[Saved data entries]
═══
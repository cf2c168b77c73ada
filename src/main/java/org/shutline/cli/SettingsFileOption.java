package org.shutline.cli;

import java.nio.file.Path;
import org.shutline.app.AnalysisSettings;
import org.shutline.io.InputException;
import picocli.CommandLine.Option;

/** {@code --settings FILE}: the settings file (docs/settings.md) a command reads before its own options. */
final class SettingsFileOption {
    @Option(names = "--settings", paramLabel = "FILE",
        description = "settings file (YAML, see docs/settings.md); options given on the command line override it")
    Path file;

    /** The file's settings, or the defaults when none is given. */
    AnalysisSettings load() throws InputException {
        return file == null ? AnalysisSettings.defaults() : AnalysisSettings.load(file);
    }
}
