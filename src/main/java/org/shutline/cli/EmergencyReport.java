package org.shutline.cli;

import org.shutline.model.Plural;
import com.fasterxml.jackson.databind.node.ArrayNode;
import com.fasterxml.jackson.databind.node.ObjectNode;
import java.util.ArrayList;
import java.util.List;
import java.util.Locale;
import org.shutline.analysis.IncidentResponse;
import org.shutline.analysis.Isolation;
import org.shutline.analysis.OverpressureShutoff;
import org.shutline.analysis.StationStop;
import org.shutline.analysis.ResponseSettings;
import org.shutline.analysis.ResponseSizing;
import org.shutline.analysis.Restoration;
import org.shutline.analysis.ValveOrder;
import org.shutline.analysis.ValveRoute;
import org.shutline.analysis.WorkPackages;
import org.shutline.model.Network;
import org.shutline.model.Service;
import org.shutline.trace.NetworkState;
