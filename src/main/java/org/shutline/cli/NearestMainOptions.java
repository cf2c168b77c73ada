package org.shutline.cli;

import picocli.CommandLine.Option;

/** How a point given with {@code --at} is placed on a main ({@code isolate}, {@code export}): {@code --system}, {@code --max-distance-m}. */
final class NearestMainOptions {
    @Option(names = "--system", paramLabel = "ID", description = "with --at: take the nearest active main of this system")
    String system;

    @Option(names = "--max-distance-m", paramLabel = "M", defaultValue = "100", converter = Locations.PositiveMetres.class,
        description = "with --at: refuse a point farther than this from every active main (default: ${DEFAULT-VALUE})")
    double maxDistanceM;
}
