package org.shutline.cli;

import com.fasterxml.jackson.databind.ObjectMapper;
import com.fasterxml.jackson.databind.SerializationFeature;
import com.fasterxml.jackson.databind.node.ArrayNode;
import com.fasterxml.jackson.databind.node.ObjectNode;
import java.util.LinkedHashMap;
import java.util.List;
import java.util.Locale;
import java.util.Map;
import java.util.TreeMap;
import org.shutline.model.ContextLayer;
import org.shutline.model.Finding;
import org.shutline.report.FindingSection;
import org.shutline.model.Main;
import org.shutline.model.Network;
import org.shutline.model.Service;
import org.shutline.model.Severity;

/**
 * The result of {@code shutline check} for one network: feature counts per layer (the
 * six network layers, then context layers, in input order), mains, services and
 * meters per pressure system (sorted by system id; a system named only by services
 * is listed too), and the findings. Text form: findings grouped by code, groups in
 * order of falling severity then code, with the first {@value #EXAMPLES} of each group.
 * JSON form: see docs/cli.md.
 */
public final class CheckReport {
    static final int EXAMPLES = 5;

    /** Per-system counts. */
    public record SystemCounts(int mains, int services, long meters) {}

    private final String source;
    private final String crs;
    private final Map<String, Integer> layers;
    private final Map<String, SystemCounts> systems;
    private final List<Finding> findings;

    private CheckReport(String source, String crs, Map<String, Integer> layers, Map<String, SystemCounts> systems,
                        List<Finding> findings) {
        this.source = source;
        this.crs = crs;
        this.layers = layers;
        this.systems = systems;
        this.findings = List.copyOf(findings);
    }

    /** Counts from {@code network}; {@code findings} are all findings (read and topology). */
    public static CheckReport of(Network network, List<Finding> findings) {
        Map<String, Integer> layers = new LinkedHashMap<>();
        layers.put("mains", network.mains().size());
        layers.put("valves", network.valves().size());
        layers.put("stations", network.stations().size());
        layers.put("sense_taps", network.taps().size());
        layers.put("services", network.services().size());
        layers.put("sources", network.sources().size());
        for (ContextLayer c : network.context()) layers.put(c.name(), c.items().size());
        Map<String, int[]> mains = new TreeMap<>();
        Map<String, long[]> svc = new TreeMap<>();
        for (Main m : network.mains()) mains.computeIfAbsent(key(m.systemId()), k -> new int[1])[0]++;
        for (Service s : network.services()) {
            long[] c = svc.computeIfAbsent(key(s.systemId()), k -> new long[2]);
            c[0]++;
            c[1] += s.meters();
        }
        Map<String, SystemCounts> systems = new TreeMap<>();
        for (String id : mains.keySet()) systems.put(id, null);
        for (String id : svc.keySet()) systems.put(id, null);
        for (String id : systems.keySet()) {
            int[] m = mains.getOrDefault(id, new int[1]);
            long[] s = svc.getOrDefault(id, new long[2]);
            systems.put(id, new SystemCounts(m[0], (int) s[0], s[1]));
        }
        String crs = network.crs().name() + (network.crs().epsg() > 0 ? " (EPSG:" + network.crs().epsg() + ")" : "")
            + ", " + network.crs().unit().symbol();
        return new CheckReport(network.sourceName(), crs, layers, systems, findings);
    }

    private static String key(String systemId) {
        return systemId == null || systemId.isBlank() ? "(none)" : systemId;
    }

    public Map<String, Integer> layers() {
        return java.util.Collections.unmodifiableMap(layers);
    }

    public Map<String, SystemCounts> systems() {
        return java.util.Collections.unmodifiableMap(systems);
    }

    public List<Finding> findings() {
        return findings;
    }

    /** True when a finding is of severity ERROR or above. */
    public boolean hasErrors() {
        return findings.stream().anyMatch(f -> f.severity().compareTo(Severity.ERROR) >= 0);
    }

    /** The exit code of {@code check}: 1 with errors, else 0. */
    public int exitCode() {
        return hasErrors() ? 1 : 0;
    }

    public String toText() {
        StringBuilder b = new StringBuilder();
        b.append("Network: ").append(source).append('\n').append("CRS: ").append(crs).append("\n\n");
        b.append("Layers\n");
        layers.forEach((k, v) -> b.append(String.format(Locale.ROOT, "  %-14s %9d%n", k, v)));
        b.append(String.format(Locale.ROOT, "%nSystems          %9s %9s %9s%n", "mains", "services", "meters"));
        systems.forEach((k, v) -> b.append(String.format(Locale.ROOT, "  %-14s %9d %9d %9d%n", k, v.mains(),
            v.services(), v.meters())));
        int[] bySeverity = new int[Severity.values().length];
        for (Finding f : findings) bySeverity[f.severity().ordinal()]++;
        b.append(String.format(Locale.ROOT, "%nFindings: %d (%d critical, %d errors, %d warnings, %d notes)%n",
            findings.size(), bySeverity[3], bySeverity[2], bySeverity[1], bySeverity[0]));
        if (!findings.isEmpty()) b.append('\n').append(FindingSection.text(findings, EXAMPLES, "  "));
        b.append('\n').append(hasErrors() ? "Result: errors found (exit 1)" : "Result: no errors (exit 0)").append('\n');
        return b.toString();
    }

    public String toJson() {
        ObjectMapper om = new ObjectMapper().enable(SerializationFeature.INDENT_OUTPUT);
        ObjectNode root = om.createObjectNode();
        root.put("network", source);
        root.put("crs", crs);
        ObjectNode l = root.putObject("layers");
        layers.forEach(l::put);
        ObjectNode s = root.putObject("systems");
        systems.forEach((k, v) -> s.putObject(k).put("mains", v.mains()).put("services", v.services())
            .put("meters", v.meters()));
        ArrayNode fs = root.putArray("findings");
        for (Finding f : findings) FindingSection.json(fs, f);
        root.put("errors", hasErrors());
        try {
            return om.writeValueAsString(root) + "\n";
        } catch (com.fasterxml.jackson.core.JsonProcessingException e) {
            throw new IllegalStateException("JSON tree could not be written", e);
        }
    }
}
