package org.shutline.cli;

import com.fasterxml.jackson.core.JsonProcessingException;
import com.fasterxml.jackson.databind.ObjectMapper;
import com.fasterxml.jackson.databind.SerializationFeature;
import com.fasterxml.jackson.databind.node.ArrayNode;
import com.fasterxml.jackson.databind.node.ObjectNode;
import java.util.Collection;

/** Small JSON helpers for the commands (Jackson trees, pretty-printed, keys in insertion order). */
final class Json {
    static final ObjectMapper MAPPER = new ObjectMapper().enable(SerializationFeature.INDENT_OUTPUT);

    private Json() {}

    static ObjectNode object() {
        return MAPPER.createObjectNode();
    }

    static ArrayNode strings(Collection<String> items) {
        ArrayNode a = MAPPER.createArrayNode();
        for (String s : items) a.add(s);
        return a;
    }

    static String write(Object node) {
        try {
            return MAPPER.writeValueAsString(node) + System.lineSeparator();
        } catch (JsonProcessingException e) {
            throw new IllegalStateException("JSON output failed", e);
        }
    }
}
═══
*Activity:* As you read the records above, find each line that contains "from" and copy it.

*Answer space:*
        description = "with --at: refuse a point farther than this from every active main (default: ${DEFAULT-VALUE})")
    /** Counts from {@code network}; {@code findings} are all findings (read and topology). */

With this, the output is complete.